For the entries below, count the lines that contain the word "focus" and reply with that number only.

---

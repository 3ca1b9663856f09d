"""Keystrokes: our key names pressed through a small keyboard backend.

Cautions. Keys go to whatever window has the focus at that moment, which may not be the
one you meant; keep the show computer's focus fixed and give the wearer a way to disarm
(a mapping's ``[safety] arm_posture``; disarming sends ``Release(disarm=True)`` here). Keys are pressed only for gestures of the wearer: no network
input ever reaches this output. Every key held down is let go on ``up``, on ``Release``,
on close and when pressing fails half-way.

Backends: "x11" uses pynput (extra ``keys``) and needs a display (DISPLAY); "uinput" uses
python-evdev (extra ``uinput``) and /dev/uinput, writing at the Linux input layer so it
works without a display but needs permission on /dev/uinput.
"""

from __future__ import annotations

import os
import sys

from ..mapping.keynames import KEY_NAMES, MODIFIERS, PUNCTUATION
from ..mapping.messages import Arm, KeyAction, Release
from .base import Output, OutputUnavailable, _refuse


class Keyboard:
    """A keyboard backend: press and release one key by our name. Override both."""

    def press(self, key: str) -> None:
        raise NotImplementedError

    def release(self, key: str) -> None:
        raise NotImplementedError

    def close(self) -> None:
        """Let go of the device."""


class Disarmed(PermissionError):
    """Key actions are ignored until an ``Arm``."""


class KeyOutput(Output):
    """Taps, combinations and held keys; keeps the list of keys it holds down."""

    def __init__(self, name: str, keyboard: Keyboard, armed: bool = True, reopen=None):
        """``reopen()``: a new keyboard of the same backend, tried at the next key action after
        the keyboard failed (an X server restarted: the old connection is dead for good)."""
        super().__init__(name)
        self.keyboard = keyboard
        self.armed = armed
        self.reopen = reopen
        self.held: list[str] = []  # in the order pressed
        self._closed = False
        self._broken = False       # the keyboard failed: open a new one before the next key

    def _press_all(self, keys) -> list[str]:
        """Press keys not already held, in order; on failure let go of those just pressed."""
        pressed = []
        try:
            for k in keys:
                if k in self.held or k in pressed:
                    continue
                self.keyboard.press(k)
                pressed.append(k)
        except BaseException:
            self._let_go(pressed)
            raise
        return pressed

    def _let_go(self, keys) -> None:
        """Release keys in reverse order; keep going past a failure, then report the first."""
        first = None
        for k in reversed(list(keys)):
            try:
                self.keyboard.release(k)
            except Exception as exc:
                first = first or exc
            if k in self.held:
                self.held.remove(k)
        if first is not None:
            raise first

    def _send(self, message) -> None:
        if isinstance(message, Release):
            self.release_all()
            if message.disarm:
                self.armed = False
            return
        if isinstance(message, Arm):
            self.armed = True
            return
        if not isinstance(message, KeyAction):
            _refuse(self.name, message)
        if not self.armed:
            raise Disarmed(f"keys {self.name!r} are disarmed; send Arm to use them again")
        if self._broken and self.reopen is not None:
            self._reopen()
        try:
            self._act(message)
        except ValueError:   # a key this keymap lacks: the keyboard itself is fine
            raise
        except Exception:
            self._broken = True
            raise

    def _reopen(self) -> None:
        """A new keyboard in place of one that failed; what the old one held went with its server."""
        try:
            keyboard = self.reopen()
        except OutputUnavailable as exc:
            raise OSError(f"keyboard still unavailable: {exc}") from None
        try:
            self.keyboard.close()
        except Exception:
            pass
        self.keyboard, self.held, self._broken = keyboard, [], False

    def _act(self, message: KeyAction) -> None:
        if message.action == "tap":
            pressed = self._press_all(message.keys)
            self._let_go(pressed)
        elif message.action == "down":
            pressed = self._press_all(message.keys)
            self.held.extend(pressed)
        else:  # up
            self._let_go([k for k in message.keys if k in self.held])

    def release_all(self) -> None:
        """Every key held down goes up, last pressed first."""
        self._let_go(list(self.held))

    def close(self) -> None:
        if self._closed:
            return
        self._closed = True
        held = len(self.held)
        try:
            self.release_all()
            self.stats.on_close = f"{held} held key{'' if held == 1 else 's'} released"
        finally:
            self.keyboard.close()


# -- X11 through pynput -----------------------------------------------------------------

class PynputKeyboard(Keyboard):
    """Key events through pynput: XTest on X11, the native calls on macOS and Windows."""

    def __init__(self):
        if sys.platform.startswith("linux") and not os.environ.get("DISPLAY"):
            raise OutputUnavailable(
                "keys: no X display (DISPLAY is not set). Run drape inside the desktop session "
                "that should receive the keys, or give the destination keys = \"uinput\" (Linux, needs /dev/uinput)")
        try:
            from pynput import keyboard
        except ImportError as exc:
            if "pynput" in str(exc) and "No module" in str(exc):
                raise OutputUnavailable("keys: pynput is not installed; pip install 'drape-bridge[keys]'") from None
            raise OutputUnavailable(f"keys: cannot reach the display {os.environ.get('DISPLAY', '')!r}: "
                                    f"{str(exc).strip().splitlines()[0]}") from None
        try:
            self._controller = keyboard.Controller()
        except Exception as exc:
            raise OutputUnavailable(f"keys: cannot open the display: {type(exc).__name__}: {exc}") from None
        self._codes = self._table(keyboard)
        self._x_display = getattr(self._controller, "_display", None) if sys.platform.startswith("linux") else None
        self._usable: dict[str, bool] = {}

    @staticmethod
    def _table(keyboard) -> dict:
        K = keyboard.Key
        special = {
            "space": K.space, "enter": K.enter, "escape": K.esc, "tab": K.tab, "backspace": K.backspace,
            "delete": K.delete, "home": K.home, "end": K.end, "page_up": K.page_up, "page_down": K.page_down,
            "up": K.up, "down": K.down, "left": K.left, "right": K.right, "caps_lock": K.caps_lock,
            "ctrl": K.ctrl, "shift": K.shift, "alt": K.alt, "super": K.cmd,
        }
        for name in ("insert", "print_screen", "pause", "menu"):
            if hasattr(K, name):
                special[name] = getattr(K, name)
        codes = {}
        for name in KEY_NAMES:
            if name in special:
                codes[name] = special[name]
            elif len(name) == 1:
                codes[name] = keyboard.KeyCode.from_char(name)
            elif name in PUNCTUATION:
                codes[name] = keyboard.KeyCode.from_char(PUNCTUATION[name])
            elif name.startswith("f") and name[1:].isdigit():
                n = int(name[1:])
                if hasattr(K, name):
                    codes[name] = getattr(K, name)
                elif sys.platform.startswith("linux"):
                    codes[name] = keyboard.KeyCode.from_vk(0xFFBE + n - 1)  # X11 keysym XK_F1 + n − 1
        return codes

    def _code(self, key: str):
        if key not in self._codes:
            raise ValueError(f"key {key!r} cannot be sent on this platform")
        code = self._codes[key]
        if self._x_display is not None and not self._on_keymap(key, code):
            # pynput would otherwise rewrite the server's keymap to borrow a keycode
            raise ValueError(f"key {key!r} has no keycode in this X server's keymap; it cannot be sent here")
        return code

    def _on_keymap(self, key: str, code) -> bool:
        """Whether the X server's keymap has a keycode for this key (looked up once)."""
        if key not in self._usable:
            vk = getattr(getattr(code, "value", code), "vk", None)
            char = getattr(code, "char", None)
            keysym = vk if vk is not None else (ord(char) if char and 0x20 <= ord(char) < 0x7F else None)
            try:
                self._usable[key] = keysym is None or self._x_display.keysym_to_keycode(keysym) != 0
            except Exception:
                self._usable[key] = True  # cannot tell: let pynput try
        return self._usable[key]

    def press(self, key: str) -> None:
        self._controller.press(self._code(key))

    def release(self, key: str) -> None:
        self._controller.release(self._code(key))

    def close(self) -> None:
        # Close the X connection now, while the server is surely there, not whenever the
        # controller happens to be collected (perhaps after the X server has gone).
        controller, self._controller, self._x_display = self._controller, None, None
        display = getattr(controller, "_display", None) if sys.platform.startswith("linux") else None
        if display is not None:
            del controller._display  # pynput's finaliser would close it a second time
            try:
                display.close()
            except Exception:  # the X server went first: nothing left to let go of
                pass


# -- Linux uinput through python-evdev (not tested on our machines: no /dev/uinput) ------

UINPUT_NAMES = {
    "space": "KEY_SPACE", "enter": "KEY_ENTER", "escape": "KEY_ESC", "tab": "KEY_TAB",
    "backspace": "KEY_BACKSPACE", "delete": "KEY_DELETE", "insert": "KEY_INSERT", "home": "KEY_HOME",
    "end": "KEY_END", "page_up": "KEY_PAGEUP", "page_down": "KEY_PAGEDOWN", "up": "KEY_UP",
    "down": "KEY_DOWN", "left": "KEY_LEFT", "right": "KEY_RIGHT", "caps_lock": "KEY_CAPSLOCK",
    "print_screen": "KEY_SYSRQ", "pause": "KEY_PAUSE", "menu": "KEY_COMPOSE",
    "ctrl": "KEY_LEFTCTRL", "shift": "KEY_LEFTSHIFT", "alt": "KEY_LEFTALT", "super": "KEY_LEFTMETA",
    "minus": "KEY_MINUS", "equal": "KEY_EQUAL", "comma": "KEY_COMMA", "period": "KEY_DOT",
    "slash": "KEY_SLASH", "semicolon": "KEY_SEMICOLON", "apostrophe": "KEY_APOSTROPHE",
    "grave": "KEY_GRAVE", "backslash": "KEY_BACKSLASH", "left_bracket": "KEY_LEFTBRACE",
    "right_bracket": "KEY_RIGHTBRACE",
}


def uinput_code_names() -> dict[str, str]:
    """Our key name → the Linux input event code name (KEY_…), for every key we know."""
    out = dict(UINPUT_NAMES)
    for name in KEY_NAMES:
        if name not in out:
            out[name] = f"KEY_{name.upper()}"  # letters, digits, f1–f24
    return out


class UinputKeyboard(Keyboard):
    """A virtual keyboard at the Linux input layer (python-evdev). Needs write access to /dev/uinput."""

    def __init__(self, device_name: str = "drape keys"):
        try:
            from evdev import UInput, ecodes
        except ImportError:
            raise OutputUnavailable("keys: python-evdev is not installed; pip install 'drape-bridge[uinput]'") from None
        self._ecodes = ecodes
        self._codes = {k: getattr(ecodes, v) for k, v in uinput_code_names().items()}
        try:
            self._device = UInput({ecodes.EV_KEY: sorted(set(self._codes.values()))}, name=device_name)
        except OSError as exc:
            raise OutputUnavailable(
                f"keys: cannot open /dev/uinput ({exc}); load the module (modprobe uinput) and give "
                "this user write access to /dev/uinput") from None

    def _event(self, key: str, value: int) -> None:
        self._device.write(self._ecodes.EV_KEY, self._codes[key], value)
        self._device.syn()

    def press(self, key: str) -> None:
        self._event(key, 1)

    def release(self, key: str) -> None:
        self._event(key, 0)

    def close(self) -> None:
        self._device.close()


def open_keyboard(backend: str = "x11") -> Keyboard:
    """The keyboard backend by name: "x11" (pynput) or "uinput" (python-evdev)."""
    if backend == "x11":
        return PynputKeyboard()
    if backend == "uinput":
        return UinputKeyboard()
    raise ValueError(f"key backend is 'x11' or 'uinput' (got {backend!r})")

---

Task output
2